* _YOUR ASSIGNMENT_: Starting with the first line and ending with the line that holds "y : ndarray, shape (n,)", repeat the material exactly.

* _MATERIAL FOR THE TASK_:
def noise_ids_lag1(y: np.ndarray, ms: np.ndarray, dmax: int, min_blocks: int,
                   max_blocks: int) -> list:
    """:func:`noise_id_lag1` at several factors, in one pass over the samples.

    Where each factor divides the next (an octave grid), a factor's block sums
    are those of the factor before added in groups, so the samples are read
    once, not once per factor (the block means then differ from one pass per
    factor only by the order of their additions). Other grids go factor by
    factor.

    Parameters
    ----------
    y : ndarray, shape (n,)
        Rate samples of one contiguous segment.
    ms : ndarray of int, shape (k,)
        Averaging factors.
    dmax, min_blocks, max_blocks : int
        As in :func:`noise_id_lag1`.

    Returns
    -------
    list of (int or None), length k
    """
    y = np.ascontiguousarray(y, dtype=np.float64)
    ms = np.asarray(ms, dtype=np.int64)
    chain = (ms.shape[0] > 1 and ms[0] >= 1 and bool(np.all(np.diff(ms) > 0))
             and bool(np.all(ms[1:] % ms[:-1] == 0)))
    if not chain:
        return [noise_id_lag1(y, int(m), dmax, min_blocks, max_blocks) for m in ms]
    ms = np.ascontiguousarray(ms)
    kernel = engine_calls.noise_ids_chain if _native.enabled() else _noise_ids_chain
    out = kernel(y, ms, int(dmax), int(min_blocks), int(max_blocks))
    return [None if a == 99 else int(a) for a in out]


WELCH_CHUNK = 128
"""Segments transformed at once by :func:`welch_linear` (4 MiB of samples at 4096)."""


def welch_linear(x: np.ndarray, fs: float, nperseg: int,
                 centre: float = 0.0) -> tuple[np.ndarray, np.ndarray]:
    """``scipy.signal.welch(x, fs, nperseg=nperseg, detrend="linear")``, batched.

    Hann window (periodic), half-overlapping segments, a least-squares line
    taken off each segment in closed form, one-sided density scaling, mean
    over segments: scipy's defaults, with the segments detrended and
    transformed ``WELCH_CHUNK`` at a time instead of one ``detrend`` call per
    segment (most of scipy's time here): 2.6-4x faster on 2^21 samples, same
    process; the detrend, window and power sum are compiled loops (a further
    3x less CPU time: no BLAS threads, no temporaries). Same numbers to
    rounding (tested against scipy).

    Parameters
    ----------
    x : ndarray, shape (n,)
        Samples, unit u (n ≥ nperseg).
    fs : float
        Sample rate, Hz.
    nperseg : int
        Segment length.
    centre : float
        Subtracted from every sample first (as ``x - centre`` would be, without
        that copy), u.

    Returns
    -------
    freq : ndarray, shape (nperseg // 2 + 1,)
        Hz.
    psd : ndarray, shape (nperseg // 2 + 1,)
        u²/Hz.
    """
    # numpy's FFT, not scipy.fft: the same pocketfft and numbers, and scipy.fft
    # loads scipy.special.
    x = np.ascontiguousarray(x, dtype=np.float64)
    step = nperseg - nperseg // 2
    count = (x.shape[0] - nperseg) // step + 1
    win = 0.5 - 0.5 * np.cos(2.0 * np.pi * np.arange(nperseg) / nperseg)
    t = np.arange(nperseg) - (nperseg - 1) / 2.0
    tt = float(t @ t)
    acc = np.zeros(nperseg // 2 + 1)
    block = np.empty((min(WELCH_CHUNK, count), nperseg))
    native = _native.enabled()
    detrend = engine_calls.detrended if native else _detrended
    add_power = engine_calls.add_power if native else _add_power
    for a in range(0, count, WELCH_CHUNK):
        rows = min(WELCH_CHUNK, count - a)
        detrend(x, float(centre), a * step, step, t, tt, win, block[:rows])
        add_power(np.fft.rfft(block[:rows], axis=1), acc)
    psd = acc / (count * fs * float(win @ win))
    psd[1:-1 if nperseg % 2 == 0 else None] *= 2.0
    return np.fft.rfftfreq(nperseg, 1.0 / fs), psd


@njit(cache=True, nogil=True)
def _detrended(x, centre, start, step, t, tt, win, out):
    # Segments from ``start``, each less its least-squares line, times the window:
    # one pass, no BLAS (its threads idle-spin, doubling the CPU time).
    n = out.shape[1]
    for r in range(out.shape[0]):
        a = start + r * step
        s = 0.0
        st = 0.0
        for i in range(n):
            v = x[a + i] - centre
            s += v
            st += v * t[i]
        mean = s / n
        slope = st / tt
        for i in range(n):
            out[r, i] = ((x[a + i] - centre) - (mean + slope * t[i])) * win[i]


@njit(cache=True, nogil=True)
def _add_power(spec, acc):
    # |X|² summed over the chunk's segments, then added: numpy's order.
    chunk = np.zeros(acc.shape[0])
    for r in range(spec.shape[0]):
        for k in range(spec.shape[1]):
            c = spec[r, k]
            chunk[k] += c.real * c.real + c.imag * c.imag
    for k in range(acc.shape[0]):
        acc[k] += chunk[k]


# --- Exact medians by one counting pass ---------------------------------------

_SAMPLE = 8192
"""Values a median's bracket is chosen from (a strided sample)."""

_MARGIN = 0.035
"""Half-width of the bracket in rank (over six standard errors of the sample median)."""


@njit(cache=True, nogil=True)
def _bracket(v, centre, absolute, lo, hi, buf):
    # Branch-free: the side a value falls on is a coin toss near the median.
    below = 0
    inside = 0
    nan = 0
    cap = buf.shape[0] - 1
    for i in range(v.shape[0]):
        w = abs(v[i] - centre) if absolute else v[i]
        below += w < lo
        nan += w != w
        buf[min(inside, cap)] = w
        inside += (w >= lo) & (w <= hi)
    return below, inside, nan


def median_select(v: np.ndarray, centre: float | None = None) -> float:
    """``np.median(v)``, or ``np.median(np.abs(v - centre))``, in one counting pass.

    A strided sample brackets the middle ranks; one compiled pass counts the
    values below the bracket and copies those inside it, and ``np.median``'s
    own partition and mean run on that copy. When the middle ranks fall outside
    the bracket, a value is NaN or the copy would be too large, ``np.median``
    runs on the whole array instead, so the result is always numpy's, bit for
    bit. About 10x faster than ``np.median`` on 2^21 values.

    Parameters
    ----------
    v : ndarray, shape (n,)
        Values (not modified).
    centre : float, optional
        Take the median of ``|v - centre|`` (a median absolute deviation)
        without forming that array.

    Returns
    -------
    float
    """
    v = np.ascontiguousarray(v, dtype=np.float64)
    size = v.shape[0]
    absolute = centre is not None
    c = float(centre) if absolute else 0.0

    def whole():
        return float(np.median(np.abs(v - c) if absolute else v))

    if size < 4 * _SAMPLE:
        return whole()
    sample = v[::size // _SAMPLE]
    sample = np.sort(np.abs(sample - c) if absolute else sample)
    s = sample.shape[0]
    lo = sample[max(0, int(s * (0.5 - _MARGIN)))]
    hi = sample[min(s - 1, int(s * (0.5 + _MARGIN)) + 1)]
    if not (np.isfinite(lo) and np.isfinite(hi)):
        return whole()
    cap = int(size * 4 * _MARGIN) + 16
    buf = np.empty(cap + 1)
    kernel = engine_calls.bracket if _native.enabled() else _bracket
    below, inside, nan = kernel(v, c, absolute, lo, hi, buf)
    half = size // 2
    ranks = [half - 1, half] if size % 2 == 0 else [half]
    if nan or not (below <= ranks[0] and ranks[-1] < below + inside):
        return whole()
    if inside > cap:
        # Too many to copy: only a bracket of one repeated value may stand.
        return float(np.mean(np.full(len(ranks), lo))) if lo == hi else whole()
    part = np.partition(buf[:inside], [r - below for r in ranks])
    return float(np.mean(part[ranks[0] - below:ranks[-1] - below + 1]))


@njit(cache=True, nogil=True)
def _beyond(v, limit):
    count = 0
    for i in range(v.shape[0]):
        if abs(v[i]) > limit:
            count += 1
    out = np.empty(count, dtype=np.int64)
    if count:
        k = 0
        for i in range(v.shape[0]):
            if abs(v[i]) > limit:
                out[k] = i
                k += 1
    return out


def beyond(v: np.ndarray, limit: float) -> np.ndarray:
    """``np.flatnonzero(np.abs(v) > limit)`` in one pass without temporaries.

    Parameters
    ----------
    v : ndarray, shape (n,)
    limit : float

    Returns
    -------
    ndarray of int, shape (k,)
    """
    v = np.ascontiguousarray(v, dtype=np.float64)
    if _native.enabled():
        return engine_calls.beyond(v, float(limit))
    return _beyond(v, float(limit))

* _SOLUTION BELOW_:
def noise_ids_lag1(y: np.ndarray, ms: np.ndarray, dmax: int, min_blocks: int,
                   max_blocks: int) -> list:
    """:func:`noise_id_lag1` at several factors, in one pass over the samples.

    Where each factor divides the next (an octave grid), a factor's block sums
    are those of the factor before added in groups, so the samples are read
    once, not once per factor (the block means then differ from one pass per
    factor only by the order of their additions). Other grids go factor by
    factor.

    Parameters
    ----------
    y : ndarray, shape (n,)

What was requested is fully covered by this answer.